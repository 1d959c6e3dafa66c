// A user's walk through the page with a large file, in headless Chromium
// (dist/cloister.html opened from disk): load, map, summary, surface,
// DBSCAN, the quick tests, the envelope test with the page's own speed
// advice, and the scan. Every step is clicked as a user would and timed
// from the click until the page is idle again; the engine calls behind each
// step are timed too (from the page's request to the worker's answer).
// Timings are figures for README, never assertions.
//
// Data: invented and seeded, planar metres in a 20 km square, 70 % spread
// at random and 30 % in five Gaussian clumps (the same generator as
// bench/hotspots-browser.mjs). Usage:
//   node bench/walk-200k.mjs [events=200000] [--with-cv]
// --with-cv adds a surface with likelihood cross-validation (minutes).
import { writeFileSync, mkdtempSync } from 'node:fs';
import { tmpdir, loadavg } from 'node:os';
import { join } from 'node:path';
import { launch, openPage, act, settle, frame, summaryNumber, OUT } from '../tests/e2e/helpers.mjs';
import { makeClumpedCsv } from './events-csv.mjs';

const args = process.argv.slice(2);
const n = Number(args.find((a) => /^\d+$/.test(a)) || 200000);
const withCv = args.includes('--with-cv');
const dir = mkdtempSync(join(tmpdir(), 'cloister-walk-'));
const path = join(dir, `events-${n}.csv`);
writeFileSync(path, makeClumpedCsv(n, 20261203));

/** Records every engine request and how long its answer took. */
function recordCalls() {
  const W = window.Worker;
  window.__calls = [];
  window.Worker = class extends W {
    constructor(...a) {
      super(...a);
      const pend = new Map();
      this.addEventListener('message', (e) => {
        const m = e.data;
        if (!m || !pend.has(m.id) || m.progress) return;
        const c = pend.get(m.id);
        pend.delete(m.id);
        window.__calls.push({ method: c.method, s: +((performance.now() - c.t0) / 1000).toFixed(3) });
      });
      const post = this.postMessage.bind(this);
      this.postMessage = (msg, t) => {
        if (msg && msg.method && msg.id >= 0) pend.set(msg.id, { method: msg.method, t0: performance.now() });
        return post(msg, t);
      };
    }
  };
}

const rows = [];
async function step(page, name, fn, note = '') {
  await page.evaluate(() => { window.__calls = []; });
  const t0 = Date.now();
  await fn();
  const s = (Date.now() - t0) / 1000;
  const calls = await page.evaluate(() => window.__calls);
  const engine = calls.filter((c) => c.s >= 0.05).map((c) => `${c.method} ${c.s} s`).join(', ');
  const row = { step: name, seconds: +s.toFixed(2), engine, note };
  rows.push(row);
  console.log(JSON.stringify(row));
}

const browser = await launch();
try {
  const { page, log } = await openPage(browser, { init: recordCalls });

  await step(page, 'load the file (read, check, project, summary, map)', () => act(page, () => page.setInputFiles('#events-file', path), 300000));
  const events = await summaryNumber(page, 'n_events');
  await step(page, 'map: zoom in and draw', async () => { await page.click('#zoom-in'); await frame(page); await settle(page); });
  await step(page, 'map: back to the whole area', async () => { await page.click('#zoom-reset'); await frame(page); await settle(page); });
  await page.screenshot({ path: join(OUT, `walk-${n}-map.png`) });

  await step(page, 'surface, rule-of-thumb bandwidth (256 cells)', () => act(page, () => page.click('#hs-surface-run'), 600000));
  if (withCv) {
    await page.selectOption('#hs-method', 'likelihood_cv');
    await step(page, 'surface, likelihood cross-validation (256 cells)', () => act(page, () => page.click('#hs-surface-run'), 1800000));
    await page.selectOption('#hs-method', 'normal_reference');
  }
  await step(page, 'DBSCAN: distance chart (min points 8)', () => act(page, () => page.click('#hs-kdist-run'), 600000));
  const eps = await page.inputValue('#hs-eps');
  await step(page, `DBSCAN: clusters at the suggested reach (${eps} m)`, () => act(page, () => page.click('#hs-dbscan-run'), 600000));
  rows[rows.length - 1].note = (await page.textContent('#hs-dbscan-summary').catch(() => '')).trim();
  await page.screenshot({ path: join(OUT, `walk-${n}-dbscan.png`) });

  await step(page, 'counts in cells test (quadrats)', () => act(page, () => page.click('#clu-quad-run'), 600000));
  await step(page, 'nearest-neighbour ratio (Clark–Evans)', () => act(page, () => page.click('#clu-ce-run'), 600000));

  // The envelope test with the page's defaults: the page says how long it
  // would take and what makes it faster, before the long work.
  let advice = '';
  await step(page, 'envelope test, defaults: until the page says how long', async () => {
    await page.click('#clu-run');
    await page.waitForSelector('#clu-estimate', { state: 'visible', timeout: 1800000 });
    advice = (await page.textContent('#clu-estimate')).replace(/\s+/g, ' ').trim();
  });
  rows[rows.length - 1].note = advice;
  await page.screenshot({ path: join(OUT, `walk-${n}-estimate.png`) });
  // Follow the advice as a user would: the suggested largest distance (the
  // page aims it at a short run), which closes the question; then Run.
  const rmax = await page.$('#clu-faster [data-option="r_max_m"]');
  if (rmax) await rmax.click();
  else await page.click('#clu-estimate-stop');
  await settle(page);
  const settings = await page.evaluate(() => ['clu-function', 'clu-correction', 'clu-nsim', 'clu-rmax']
    .map((id) => document.getElementById(id)).filter(Boolean).map((e) => `${e.id.replace('clu-', '')}=${e.value}`).join(' '));
  await step(page, `envelope test with the advice (${settings})`, async () => {
    await page.click('#clu-run');
    // If the page still asks first, say yes: the run is what is measured.
    const asked = await page.waitForSelector('#clu-estimate', { state: 'visible', timeout: 5000 }).then(() => true).catch(() => false);
    if (asked) await page.click('#clu-estimate-go');
    await page.waitForFunction(() => document.getElementById('clu-env-result') && !document.getElementById('clu-env-result').hidden &&
      document.body.dataset.busy === '0', null, { timeout: 3600000 });
  });
  rows[rows.length - 1].note = (await page.textContent('#clu-verdict')).trim();
  await page.screenshot({ path: join(OUT, `walk-${n}-envelope.png`) });

  // The scan with the page's defaults (the page picks grid centres above a
  // size); if it asks first, the advice is recorded and the run goes ahead.
  let scanAdvice = '';
  await step(page, 'scan, defaults (999 chance runs)', async () => {
    await page.click('#hs-scan-run');
    const asked = await page.waitForSelector('#hs-scan-estimate', { state: 'visible', timeout: 60000 }).then(() => true).catch(() => false);
    if (asked) {
      scanAdvice = (await page.textContent('#hs-scan-estimate-text')).replace(/\s+/g, ' ').trim();
      await page.click('#hs-scan-estimate-go');
    }
    await page.waitForFunction(() => !document.getElementById('hs-scan-run').disabled && document.body.dataset.busy === '0', null, { timeout: 3600000 });
  });
  rows[rows.length - 1].note = [scanAdvice, (await page.textContent('#hs-scan-out')).replace(/\s+/g, ' ').trim().slice(0, 200)].filter(Boolean).join(' · ');

  console.log(JSON.stringify({ events, load_average: loadavg().map((v) => +v.toFixed(2)), page_errors: log.pageErrors }));
  // A Markdown table for README.
  console.log('\n| step | seconds | engine calls over 0.05 s | what the page said |\n|---|---|---|---|');
  for (const r of rows) console.log(`| ${r.step} | ${r.seconds} | ${r.engine || '—'} | ${String(r.note || '').replace(/\|/g, '/').slice(0, 300)} |`);
} finally {
  await browser.close();
}
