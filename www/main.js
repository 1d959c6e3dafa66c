/* Cloister page logic: user interface only. Every number shown is computed by
 * the engine in the worker; this file reads files, sends requests, and shows
 * answers. Nothing is sent anywhere and nothing is stored. */
'use strict';
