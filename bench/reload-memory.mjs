// Memory when the same large events file is chosen again and again in the
// page (headless Chromium, dist/cloister.html): after each load, the summed
// resident memory of the browser's processes and the page's JS heap.
// Usage: node bench/reload-memory.mjs [rows=1000000] [loads=6]
import { writeFileSync, mkdtempSync, readFileSync, readdirSync } from 'node:fs';
import { tmpdir } from 'node:os';
import { join } from 'node:path';
import { launch, openPage, act } from '../tests/e2e/helpers.mjs';
import { makeCsv } from './events-csv.mjs';

const n = Number(process.argv[2] || 1e6);
const loads = Number(process.argv[3] || 6);
const dir = mkdtempSync(join(tmpdir(), 'cloister-reload-'));
const path = join(dir, `events-${n}.csv`);
writeFileSync(path, makeCsv(n, 20261203));

/** Resident memory (MiB) of every process whose command line names chromium. */
function chromiumRss() {
  let kb = 0;
  for (const pid of readdirSync('/proc').filter((d) => /^\d+$/.test(d))) {
    try {
      const cmd = readFileSync(`/proc/${pid}/cmdline`, 'utf8');
      if (!/chrom/i.test(cmd)) continue;
      const m = /VmRSS:\s+(\d+)/.exec(readFileSync(`/proc/${pid}/status`, 'utf8'));
      if (m) kb += Number(m[1]);
    } catch { /* gone */ }
  }
  return kb / 1024;
}

const browser = await launch();
try {
  const { page } = await openPage(browser);
  const cdp = await page.context().newCDPSession(page);
  await cdp.send('Performance.enable');
  const rows = [];
  for (let i = 1; i <= loads; i++) {
    await act(page, () => page.setInputFiles('#events-file', path), 300000);
    await page.waitForTimeout(1500);
    await cdp.send('HeapProfiler.collectGarbage');
    await page.waitForTimeout(500);
    const m = Object.fromEntries((await cdp.send('Performance.getMetrics')).metrics.map((x) => [x.name, x.value]));
    rows.push({ load: i, browser_rss_mib: Math.round(chromiumRss()), page_js_heap_mib: +(m.JSHeapUsedSize / 2 ** 20).toFixed(1) });
    console.log(JSON.stringify(rows[rows.length - 1]));
  }
} finally {
  await browser.close();
}
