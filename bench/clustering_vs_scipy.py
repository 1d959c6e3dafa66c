"""Our K function against scipy.spatial.cKDTree.count_neighbors, side by side.

Run from the repository root (the Rust example writes the points first):
    cargo run --release --example bench_clustering -- export
    python3 bench/clustering_vs_scipy.py

Same 10,000 points (seeded CSR in a 1000 m square, target/bench-data/points.csv) and
the same 51 radii (0 to 250 m). scipy's count_neighbors gives cumulative
ordered-pair counts (self pairs included) with no edge correction, so
* the values are checked against our K with no correction:
  K_none(r) = |W| / (n(n-1)) * (count(r) - n);
* the times compare scipy's plain pair count with our K with Ripley's
  isotropic correction (the default, which does more work per pair) and
  with our K without correction (the like-for-like count).
Timings are CPU seconds on both sides (time.process_time for scipy; the Rust
example reads /proc/self/stat), one thread each, because the machine is shared.
"""
import json
import time

import numpy as np
from scipy.spatial import cKDTree

pts = np.loadtxt("target/bench-data/points.csv", delimiter=",", skiprows=1)
rust = json.load(open("target/bench-data/rust_k.json"))
r = np.array(rust["r"])
n = len(pts)
area = rust["area"]

tree_t0 = time.process_time()
tree = cKDTree(pts)
build = time.process_time() - tree_t0
reps = 3
t0 = time.process_time()
for _ in range(reps):
    counts = tree.count_neighbors(tree, r)
scipy_s = (time.process_time() - t0) / reps + build

k_scipy = area / (n * (n - 1)) * (counts - n)
k_none = np.array(rust["k_none"])
worst = np.max(np.abs(k_scipy - k_none) / np.maximum(k_none, 1e-300)) if n > 1 else 0.0
print(f"n = {n}, {len(r)} distances up to {r[-1]:.0f} m")
print(f"max relative difference K_none (ours) vs scipy count: {worst:.2e}")
print(f"scipy cKDTree build + count_neighbors : {scipy_s:.4f} s")
print(f"ours, K no correction                : {rust['seconds_k_none']:.4f} s  "
      f"(ratio scipy/ours {scipy_s / rust['seconds_k_none']:.2f})")
print(f"ours, K isotropic correction         : {rust['seconds_k_isotropic']:.4f} s  "
      f"(ratio scipy/ours {scipy_s / rust['seconds_k_isotropic']:.2f})")
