#!/usr/bin/env bash
# The scan centred on every event (cases against controls), an older commit
# and this tree side by side in one run: examples/bench_scan.rs is copied
# into a temporary clone checked out at BASE, both are built (release) and
# run one after the other on the same invented data (10,000 events at
# distinct places, half of them cases, 999 chance runs, circles up to half
# the people). The chance runs on one thread are capped at ONE (default 48;
# the time per run is printed) and then all of them are spread over
# THREADS threads. Both lines carry the statistic, the p-value and a
# checksum of every chance run's maximum: they must agree.
# Usage: bash bench/scan_events_before_after.sh BASE [events] [n_sim] [threads]
#   e.g. bash bench/scan_events_before_after.sh 25c6f36 10000 999 2
set -euo pipefail
cd "$(dirname "$0")/.."
BASE="${1:?give the older commit to compare with, e.g. 25c6f36}"
N="${2:-10000}"; SIMS="${3:-999}"; THREADS="${4:-2}"; ONE="${ONE:-48}"
TMP="$(mktemp -d)"
trap 'rm -rf "$TMP"' EXIT
git clone -q . "$TMP/base"
git -C "$TMP/base" checkout -q "$BASE"
cp examples/bench_scan.rs "$TMP/base/examples/"
(cd "$TMP/base" && cargo build --quiet --release --example bench_scan)
cargo build --quiet --release --example bench_scan
echo "load: $(uptime)"
echo -n "before ($BASE): "
BENCH_SCAN_RUNS_ONE="$ONE" /usr/bin/time -f '  peak memory %M kB' "$TMP/base/target/release/examples/bench_scan" "$N" "$SIMS" "$THREADS"
echo -n "after (this tree): "
BENCH_SCAN_RUNS_ONE="$ONE" /usr/bin/time -f '  peak memory %M kB' target/release/examples/bench_scan "$N" "$SIMS" "$THREADS"
echo "load: $(uptime)"
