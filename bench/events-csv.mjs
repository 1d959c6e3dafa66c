// The synthetic events CSV shared by the intake benchmarks (same shape as
// examples/bench_intake.rs): lon/lat in an open-ocean box, a date and a
// category per row, from a seeded 64-bit LCG (Knuth MMIX constants).
export function makeCsv(n, seed) {
  let s = BigInt(seed);
  const next = () => {
    s = (s * 6364136223846793005n + 1442695040888963407n) & 0xffffffffffffffffn;
    return Number(s >> 11n) / 2 ** 53;
  };
  const parts = ['id,longitude,latitude,onset_date,category\n'];
  for (let i = 0; i < n; i++) {
    const lon = (-32.06 + 0.12 * next()).toFixed(6);
    const lat = (-41.54 + 0.08 * next()).toFixed(6);
    const day = String(1 + Math.floor(next() * 28)).padStart(2, '0');
    const month = String(1 + Math.floor(next() * 12)).padStart(2, '0');
    const cat = next() < 0.3 ? 'enteric' : 'respiratory';
    parts.push(`${i},${lon},${lat},2025-${month}-${day},${cat}\n`);
  }
  return parts.join('');
}

// Planar metres in a 20 km square: 70 % spread at random, 30 % in five
// Gaussian clumps (seeded 64-bit LCG as above; Box–Muller normals).
export function makeClumpedCsv(n, seed) {
  let s = BigInt(seed);
  const next = () => {
    s = (s * 6364136223846793005n + 1442695040888963407n) & 0xffffffffffffffffn;
    return Number(s >> 11n) / 2 ** 53;
  };
  const gauss = () => Math.sqrt(-2 * Math.log(1 - next())) * Math.cos(2 * Math.PI * next());
  const clumps = [[4000, 5000, 300], [15000, 6000, 500], [9000, 14000, 250], [16000, 16000, 700], [5000, 17000, 400]];
  const parts = ['x,y\n'];
  for (let i = 0; i < n; i++) {
    let x, y;
    do {
      if (next() < 0.3) {
        const c = clumps[Math.floor(next() * clumps.length)];
        x = c[0] + c[2] * gauss();
        y = c[1] + c[2] * gauss();
      } else {
        x = 20000 * next();
        y = 20000 * next();
      }
    } while (!(x >= 0 && x <= 20000 && y >= 0 && y <= 20000));
    parts.push(`${x.toFixed(2)},${y.toFixed(2)}\n`);
  }
  return parts.join('');
}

===

The number of lines in the entries holding the word "writeFileSync" is what is needed. Supply that number only.

4